Из Пекина предлагали дуту Синьцзяна установить аэропланное сообщение между Пекином и Урумчи. Дуту ответил, что в его провинции это неприменимо, потому что его народ дикий и разбежится в горы. Конечно, народ не разбежался бы, но быстрее разбежались бы слухи о разных невежественных действиях генерал-губернатора. Народ полюбил бы скоро этих воздушных вестников. Мечта Востока о коврах-самолетах, примененная народом к Соломону, воплотилась бы в ожидании железных птиц. Ведь и в Тибете древнейшими пророчествами указаны железные птицы и железные змеи. Здесь так же, как в следах первоначального учения Будды, имеются указания на космогонические проблемы, на эволюцию планет и на развитие жизни. Как только мы начали говорить о буддизме как о реальном учении, миссионерша в Куче заторопилась уходить и сказала: «Письменный буддизм взят из христианства». Но ведь колонны Ашоки стояли до христианства, и в первом веке до Р. Х. уже было начато записывание заветов Готамы. Нужно проще и без предрассудков смотреть на вещи.


21 марта


В лекции по истории искусства в Master Institute[217] непременно надо ввести обзор современного нам положения стран с точки зрения культуры. Этим спасете молодежь от многих огорчения и разочарований. Вот китаец древности – вот современный китаец. Вот мудрый Ашока – вот современный нам махараджа. Безбоязненно пусть смотрит молодежь на эволюцию мира. Образуется новый Афганистан, возникает новый Китай, осознает себя Монголия, примет великое служение Тибет. Ничто не останавливается. Уходит неисполнивший свою миссию, приходит к сроку другой. Все движется.

Еще недавно путешествия Свена Гедина казались неслыханным геройством, а теперь Е. И. объезжает те же пустыни и высоты, не приписывая себе ничего неслыханного. Теперь уполномоченные Бреннера колесят по тем самым пространствам, где Свен Гедин, судя по его книгам, чуть не погиб от безводности. А скоро быстроходно полетят над этими самыми местами железные птицы. И сказка прошлого заменится сказкой космичности.

С вечера звенели цикады. Высоко стояла сверкающая луна. Пахла трава. Но в два часа ночи ударил буран. Именно ударил. Налетел, как дракон, и заревел грозно до утра. Палатка вся встрепенулась. Пришлось приготовиться на случай отлета шатра. А утром опять жемчужная Гоби – пустыня. Перламутр и опал, и тусклый сапфир сверху. У дороги в порядке расположен большой караван.
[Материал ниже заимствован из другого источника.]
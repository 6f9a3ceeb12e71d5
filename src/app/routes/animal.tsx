import { useQuery } from '@tanstack/react-query';
import { useState } from 'react';
import { Link, useParams } from 'react-router-dom';
import { STATUS_LABEL } from '#shared/domain/animal-facts';
import { formatLocalDate } from '#shared/domain/date-words';
import { localDateOf } from '#shared/domain/local-dates';
import { formatSize, type SizeUnit } from '#shared/domain/units';
import type { AnimalSummary } from '#shared/schemas/animals';
import { NoCollection } from '@/app/layout/no-collection';
import { useShell } from '@/app/layout/use-shell';
import { AnimalMolts } from '@/app/panels/animal-molts';
import { AnimalPairing } from '@/app/panels/animal-pairing';
import { Button } from '@/components/ui/button';
import { Notice } from '@/components/ui/notice';
import { Loading } from '@/components/ui/spinner';
import {
  useLocationChanges,
  useLocations,
  useMoveAnimals,
  useRetireAnimal,
} from '@/features/animals/api/animal-records';
import { useAnimalList } from '@/features/animals/api/list-animals';
import { AnimalCard } from '@/features/animals/components/animal-card';
import { MovePanel } from '@/features/animals/components/move-panel';
import { PhotoPanel } from '@/features/animals/components/photo-panel';
import { RetirePanel } from '@/features/animals/components/retire-panel';
import { GrowthPanel } from '@/features/breeding/components/growth-panel';
import { AnimalRoomClimate } from '@/features/climate/components/animal-room-climate';
import { LabelPanel } from '@/features/labels/components/label-panel';
import { ForSalePanel } from '@/features/listings/components/for-sale-panel';
import { useAnimalHistory } from '@/features/rounds/api/animal-history';
import { localRoundQueryOptions } from '@/features/rounds/api/get-round';
import { AnimalHistory } from '@/features/rounds/components/animal-history';
import { CareForm } from '@/features/rounds/components/care-form';
import { SchedulePanel } from '@/features/rounds/components/schedule-panel';
import { AnimalSoldLine } from '@/features/sales/components/animal-sold-line';
import { useSizeUnit, useTemperatureUnit } from '@/lib/preferences';
import { useSyncStatus } from '@/lib/sync-driver';

export function AnimalRoute() {
  const { me, collection } = useShell();
  const { animalId = '' } = useParams();
  const collectionId = collection?.collectionId ?? '';
  const list = useAnimalList(collectionId);
  const places = useLocations(collectionId);
  const placeChanges = useLocationChanges(collectionId);
  const move = useMoveAnimals(collectionId);
  const retire = useRetireAnimal(collectionId, animalId);
  const [unit] = useSizeUnit();
  const [temperatureUnit] = useTemperatureUnit();
  const history = useAnimalHistory(collectionId, animalId);
  const recorder = { userId: me.user.id, byName: me.user.displayName, collectionId };
  const [panel, setPanel] = useState<'move' | 'retire' | null>(null);
  const localToday = useQuery(localRoundQueryOptions(me.user.id, collectionId, 'today'));
  const sync = useSyncStatus();
  if (!collection) return <NoCollection />;
  if (list.isPending) return <Loading />;
  if (list.isError) return <Notice tone="error" title={list.error.message} />;
  const animal = list.data.animals.find((a) => a.id === animalId);
  if (!animal) return <Notice tone="error" title="We could not find that animal." />;
  const kept = animal.status === 'active';
  const measuresLegSpan = animal.group === 'tarantula' || animal.group === 'true_spider';
  const today = localDateOf(new Date(), collection.timeZone);
  const todayItem =
    localToday.data?.round.date === today
      ? localToday.data.round.items.find((i) => i.animal.id === animal.id)
      : undefined;
  return (
    <div className="flex flex-col gap-4">
      <AnimalCard animal={animal} heading="h1" />
      <p className="text-muted">
        {animal.commonName && `${animal.commonName} · `}
        {measuresLegSpan ? 'Leg span' : 'Body length'} {formatSize(animal.sizeMm, unit)}
        {animal.acquiredOn && ` · acquired ${formatLocalDate(animal.acquiredOn)}`}
        {animal.source && ` from ${animal.source}`}
        {animal.clutch && ` · clutch ${animal.clutch}`}
      </p>
      {enclosureCare(animal, unit) && <p className="text-muted">{enclosureCare(animal, unit)}</p>}
      {animal.photoVersion && <PhotoPanel collectionId={collectionId} animal={animal} canChange />}
      {animal.cautionNote && <Notice tone="warning" title={animal.cautionNote} />}
      {!kept && (
        <Notice
          tone="info"
          title={`${STATUS_LABEL[animal.status]}${animal.statusDate ? ` on ${formatLocalDate(animal.statusDate)}` : ''}: not on any round.`}
        />
      )}
      {/* Sales — S: who bought it, for owners and keepers only. */}
      {animal.status === 'sold' && collection.role !== 'helper' && (
        <AnimalSoldLine collectionId={collectionId} animalId={animal.id} />
      )}
      {animal.notes && <p className="whitespace-pre-line">{animal.notes}</p>}
      <nav aria-label="Quick actions" className="grid grid-cols-2 gap-2">
        <Link
          to={`/animals/${animal.id}/edit`}
          className="inline-flex min-h-target items-center justify-center rounded-xl border-2 border-primary bg-primary px-4 text-lg font-bold text-on-primary"
        >
          Edit
        </Link>
        <Button variant="secondary" onClick={() => setPanel(panel === 'move' ? null : 'move')}>
          Move…
        </Button>
        {kept ? (
          <Button
            variant="secondary"
            onClick={() => setPanel(panel === 'retire' ? null : 'retire')}
          >
            Retire…
          </Button>
        ) : (
          <Button variant="secondary" busy={retire.isPending} onClick={() => retire.mutate(null)}>
            Back in the collection
          </Button>
        )}
      </nav>
      {panel === 'move' && (
        <MovePanel
          what={animal.name}
          locations={places.data?.locations ?? []}
          current={animal.location?.id}
          moving={[animal.id]}
          onCreatePlace={(p) => placeChanges.create.mutateAsync(p).then((l) => l.id)}
          onMove={(locationId, rehoused) =>
            move
              .mutateAsync({ animalIds: [animal.id], locationId, rehoused })
              .then(() => setPanel((p) => (p === 'move' ? null : p)))
          }
          onCancel={() => setPanel(null)}
        />
      )}
      {panel === 'retire' && (
        <RetirePanel
          what={animal.name}
          today={today}
          onRetire={(body) =>
            retire.mutateAsync(body).then(() => setPanel((p) => (p === 'retire' ? null : p)))
          }
          onCancel={() => setPanel(null)}
        />
      )}
      {retire.isError && <Notice tone="error" title={retire.error.message} />}
      {!animal.photoVersion && <PhotoPanel collectionId={collectionId} animal={animal} canChange />}
      <SchedulePanel
        collectionId={collectionId}
        animalId={animal.id}
        item={todayItem}
        timeZone={collection.timeZone}
        waiting={sync.waiting > 0}
      />
      <LabelPanel collectionId={collectionId} labelTag={collection.labelTag} animal={animal} />
      {/* Sales — L: owners and keepers only; a helper never sees a price. */}
      {collection.role !== 'helper' && (
        <ForSalePanel collectionId={collectionId} animalId={animal.id} kept={kept} />
      )}
      <GrowthPanel
        events={history.data?.events ?? []}
        timeZone={collection.timeZone}
        unit={unit}
        measure={measuresLegSpan ? 'Leg span' : 'Body length'}
      />
      <AnimalMolts
        key={`molts-${animal.id}`}
        recorder={recorder}
        animal={animal}
        timeZone={collection.timeZone}
        unit={unit}
      />
      <AnimalPairing
        recorder={recorder}
        female={animal}
        animals={list.data.animals}
        timeZone={collection.timeZone}
      />
      <CareForm key={animal.id} collectionId={collectionId} animal={animal} />
      <AnimalHistory
        recorder={recorder}
        animal={animal}
        timeZone={collection.timeZone}
        room={
          <AnimalRoomClimate
            collectionId={collectionId}
            animalId={animal.id}
            unit={temperatureUnit}
          />
        }
      />
    </div>
  );
}

/**
 * The enclosure and the animal's own care intervals in one line (docs/care-rules.md § Enclosure
 * care): "Enclosure 200 × 150 mm, 300 mm high · mist every 3 days · spot-clean never".
 */
function enclosureCare(animal: AnimalSummary, unit: SizeUnit): string | null {
  const parts: string[] = [];
  const { enclosureLengthMm: l, enclosureWidthMm: w, enclosureHeightMm: h } = animal;
  if (l !== null && w !== null) {
    const side = (mm: number) => formatSize(mm, unit).replace(/ (mm|in)$/, '');
    parts.push(
      `Enclosure ${side(l)} × ${formatSize(w, unit)}${h !== null ? `, ${formatSize(h, unit)} high` : ''}`,
    );
  }
  const own = (what: string, days: number | null) => {
    if (days === null) return;
    parts.push(days === 0 ? `${what} never` : `${what} every ${days} day${days === 1 ? '' : 's'}`);
  };
  own('mist', animal.mistEveryDays);
  own('moisten substrate', animal.moistenEveryDays);
  own('spot-clean', animal.spotCleanEveryDays);
  return parts.length ? parts.join(' · ') : null;
}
Это Бреннер, или, как его здесь зовут, Белиахан, идет на Тяньцзинь.

Навстречу нам едет казанский тарантас тройкой. Две женщины и три девочки-татарки из Чугучака едут в Карауль. Прошли мы 14 потаев и будем стоять в саду Янгиабада. Последние потаи опять задушили нас глубокими песками. Томми захромал – у него мокрец. Садится серебряное солнце.

Здесь нас называют Реренджи-бей. Это уже наше пятое имя.


22 марта


Еще надо указывать на лекциях в Институте соединенных искусств, что никакие охранения не должны задерживать рост новых возможностей. Утрировка рескинизма[218] приведет к одеревенелости. Наоборот, всякое новое понимание дает радость. Сейчас рассказывали, что калмыцкий геген-перерожденец катается на велосипеде, и лихой наездник. Но это не мешает ему быть очень значительным правителем. К тому же где сказано, что лама не должен ездить на велосипеде? Право, даже порадовались, узнав, что сидение под древом заменяется движением жизни.

Пробуем узнать, нельзя ли миновать Карашар и от Курита пойти через калмыцкую ставку, через монастырь Шарсюмэ по горной дороге на Урумчи. Калмыки как целое, как народность ускользнули от внимания. Поучительно пройти неделю их улусами.

Странное положение в крае занимают дунгане, то есть китайцы-мусульмане. Их определенно не любят ни мусульмане, ни китайцы, ни калмыки. Само слово «дунганин» произносится с каким-то пренебрежением. Лица дунган мало привлекательны. Много жестокости.